REQUIREMENT
Could you write out the lines below exactly, beginning with the first and finishing with the one that contains "from .advise import"?

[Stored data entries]

◆ ◆ ◆ ◆ ◆ ◆ ◆

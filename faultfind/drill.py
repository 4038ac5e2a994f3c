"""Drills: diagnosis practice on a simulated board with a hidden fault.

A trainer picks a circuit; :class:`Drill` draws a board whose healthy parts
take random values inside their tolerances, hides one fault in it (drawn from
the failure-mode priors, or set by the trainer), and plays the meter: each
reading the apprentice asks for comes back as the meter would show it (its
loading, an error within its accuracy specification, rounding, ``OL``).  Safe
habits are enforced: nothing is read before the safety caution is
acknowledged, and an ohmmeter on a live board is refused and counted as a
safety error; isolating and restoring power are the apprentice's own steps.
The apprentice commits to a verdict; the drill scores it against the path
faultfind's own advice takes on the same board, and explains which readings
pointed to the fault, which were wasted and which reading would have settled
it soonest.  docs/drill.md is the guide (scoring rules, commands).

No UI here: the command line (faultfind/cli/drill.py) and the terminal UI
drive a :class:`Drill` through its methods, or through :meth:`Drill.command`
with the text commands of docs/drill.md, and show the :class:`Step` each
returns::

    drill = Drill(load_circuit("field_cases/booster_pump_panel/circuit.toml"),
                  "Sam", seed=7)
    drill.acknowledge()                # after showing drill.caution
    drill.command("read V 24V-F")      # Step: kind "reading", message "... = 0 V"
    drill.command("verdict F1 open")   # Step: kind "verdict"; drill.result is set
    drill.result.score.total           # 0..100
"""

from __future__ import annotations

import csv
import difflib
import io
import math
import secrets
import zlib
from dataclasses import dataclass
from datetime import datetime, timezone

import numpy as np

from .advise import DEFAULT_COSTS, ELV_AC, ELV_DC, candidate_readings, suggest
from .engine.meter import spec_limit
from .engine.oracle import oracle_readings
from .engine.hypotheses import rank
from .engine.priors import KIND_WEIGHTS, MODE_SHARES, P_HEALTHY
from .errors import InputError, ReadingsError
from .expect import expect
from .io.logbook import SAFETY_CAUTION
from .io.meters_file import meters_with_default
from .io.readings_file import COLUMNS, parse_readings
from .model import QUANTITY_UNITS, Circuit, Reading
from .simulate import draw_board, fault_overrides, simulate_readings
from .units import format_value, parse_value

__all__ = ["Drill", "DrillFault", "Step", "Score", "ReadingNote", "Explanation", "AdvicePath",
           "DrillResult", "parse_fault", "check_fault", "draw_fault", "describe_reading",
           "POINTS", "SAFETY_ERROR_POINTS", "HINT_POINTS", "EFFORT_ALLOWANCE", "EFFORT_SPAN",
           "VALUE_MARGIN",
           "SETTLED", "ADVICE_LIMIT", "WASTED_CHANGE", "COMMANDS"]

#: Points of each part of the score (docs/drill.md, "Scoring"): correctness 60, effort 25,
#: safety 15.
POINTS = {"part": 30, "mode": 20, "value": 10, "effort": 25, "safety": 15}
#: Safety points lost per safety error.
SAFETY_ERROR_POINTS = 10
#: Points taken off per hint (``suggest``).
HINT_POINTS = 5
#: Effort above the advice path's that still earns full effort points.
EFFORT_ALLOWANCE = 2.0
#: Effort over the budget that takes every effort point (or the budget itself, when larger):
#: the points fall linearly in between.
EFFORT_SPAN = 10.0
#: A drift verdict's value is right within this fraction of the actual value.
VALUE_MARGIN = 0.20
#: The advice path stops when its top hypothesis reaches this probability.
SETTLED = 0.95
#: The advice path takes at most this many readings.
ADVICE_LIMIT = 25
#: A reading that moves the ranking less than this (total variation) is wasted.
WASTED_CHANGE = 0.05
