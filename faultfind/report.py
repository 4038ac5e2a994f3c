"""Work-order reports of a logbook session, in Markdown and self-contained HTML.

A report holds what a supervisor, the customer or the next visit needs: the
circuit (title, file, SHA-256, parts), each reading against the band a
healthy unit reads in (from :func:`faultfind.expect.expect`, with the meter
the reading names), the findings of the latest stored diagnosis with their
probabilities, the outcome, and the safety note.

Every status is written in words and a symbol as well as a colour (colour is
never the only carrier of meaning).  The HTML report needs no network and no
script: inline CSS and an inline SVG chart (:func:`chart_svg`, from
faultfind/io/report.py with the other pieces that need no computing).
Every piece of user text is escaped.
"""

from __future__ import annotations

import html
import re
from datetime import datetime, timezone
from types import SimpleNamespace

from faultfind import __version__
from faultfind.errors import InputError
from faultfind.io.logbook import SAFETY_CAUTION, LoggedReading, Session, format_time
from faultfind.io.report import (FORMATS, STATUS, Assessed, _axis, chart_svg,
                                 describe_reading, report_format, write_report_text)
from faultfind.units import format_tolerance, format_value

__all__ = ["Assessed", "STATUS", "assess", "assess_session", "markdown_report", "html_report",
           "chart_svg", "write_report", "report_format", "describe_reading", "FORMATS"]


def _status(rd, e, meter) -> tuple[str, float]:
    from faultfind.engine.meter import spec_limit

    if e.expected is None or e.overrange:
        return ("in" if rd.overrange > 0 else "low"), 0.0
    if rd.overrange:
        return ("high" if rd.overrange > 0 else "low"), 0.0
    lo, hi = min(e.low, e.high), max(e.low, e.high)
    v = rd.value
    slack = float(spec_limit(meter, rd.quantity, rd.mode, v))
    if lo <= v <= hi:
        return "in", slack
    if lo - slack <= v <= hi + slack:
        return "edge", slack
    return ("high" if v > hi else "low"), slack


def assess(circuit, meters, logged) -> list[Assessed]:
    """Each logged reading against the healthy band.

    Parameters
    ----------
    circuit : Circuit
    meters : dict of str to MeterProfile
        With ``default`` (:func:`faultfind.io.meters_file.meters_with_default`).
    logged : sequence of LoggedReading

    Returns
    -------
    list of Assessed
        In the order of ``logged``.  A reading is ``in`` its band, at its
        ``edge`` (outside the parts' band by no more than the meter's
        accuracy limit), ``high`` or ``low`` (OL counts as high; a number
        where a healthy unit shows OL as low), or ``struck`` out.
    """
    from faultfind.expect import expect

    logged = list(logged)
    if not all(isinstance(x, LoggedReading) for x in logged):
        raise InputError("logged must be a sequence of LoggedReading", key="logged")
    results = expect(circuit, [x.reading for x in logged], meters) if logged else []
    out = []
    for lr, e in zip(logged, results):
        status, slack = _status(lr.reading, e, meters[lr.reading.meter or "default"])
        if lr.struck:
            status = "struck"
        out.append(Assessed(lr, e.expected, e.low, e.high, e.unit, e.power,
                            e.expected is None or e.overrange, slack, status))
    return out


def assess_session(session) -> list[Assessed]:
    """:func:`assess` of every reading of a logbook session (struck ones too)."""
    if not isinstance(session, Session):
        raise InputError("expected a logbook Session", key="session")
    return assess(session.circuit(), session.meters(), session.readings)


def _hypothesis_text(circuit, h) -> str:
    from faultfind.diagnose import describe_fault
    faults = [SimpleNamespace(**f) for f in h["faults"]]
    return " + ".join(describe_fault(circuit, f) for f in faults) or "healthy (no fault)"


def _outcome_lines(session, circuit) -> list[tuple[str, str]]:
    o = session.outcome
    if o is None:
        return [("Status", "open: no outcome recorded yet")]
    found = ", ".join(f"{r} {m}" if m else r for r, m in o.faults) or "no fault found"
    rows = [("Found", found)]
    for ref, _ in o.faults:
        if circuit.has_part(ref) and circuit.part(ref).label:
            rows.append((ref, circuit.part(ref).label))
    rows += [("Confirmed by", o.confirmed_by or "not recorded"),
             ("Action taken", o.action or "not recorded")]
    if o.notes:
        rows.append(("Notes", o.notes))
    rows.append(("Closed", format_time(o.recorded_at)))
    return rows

◆ ◆ ◆ ◆ ◆ ◆ ◆

EXERCISE SOLUTION
filename faultfind/drill.py
repository 4038ac5e2a994f3c
"""Drills: diagnosis practice on a simulated board with a hidden fault.

A trainer picks a circuit; :class:`Drill` draws a board whose healthy parts
take random values inside their tolerances, hides one fault in it (drawn from
the failure-mode priors, or set by the trainer), and plays the meter: each
reading the apprentice asks for comes back as the meter would show it (its
loading, an error within its accuracy specification, rounding, ``OL``).  Safe
habits are enforced: nothing is read before the safety caution is
acknowledged, and an ohmmeter on a live board is refused and counted as a
safety error; isolating and restoring power are the apprentice's own steps.
The apprentice commits to a verdict; the drill scores it against the path
faultfind's own advice takes on the same board, and explains which readings
pointed to the fault, which were wasted and which reading would have settled
it soonest.  docs/drill.md is the guide (scoring rules, commands).

No UI here: the command line (faultfind/cli/drill.py) and the terminal UI
drive a :class:`Drill` through its methods, or through :meth:`Drill.command`
with the text commands of docs/drill.md, and show the :class:`Step` each
returns::

    drill = Drill(load_circuit("field_cases/booster_pump_panel/circuit.toml"),
                  "Sam", seed=7)
    drill.acknowledge()                # after showing drill.caution
    drill.command("read V 24V-F")      # Step: kind "reading", message "... = 0 V"
    drill.command("verdict F1 open")   # Step: kind "verdict"; drill.result is set
    drill.result.score.total           # 0..100
"""

from __future__ import annotations

import csv
import difflib
import io
import math
import secrets
import zlib
from dataclasses import dataclass
from datetime import datetime, timezone

import numpy as np

from .advise import DEFAULT_COSTS, ELV_AC, ELV_DC, candidate_readings, suggest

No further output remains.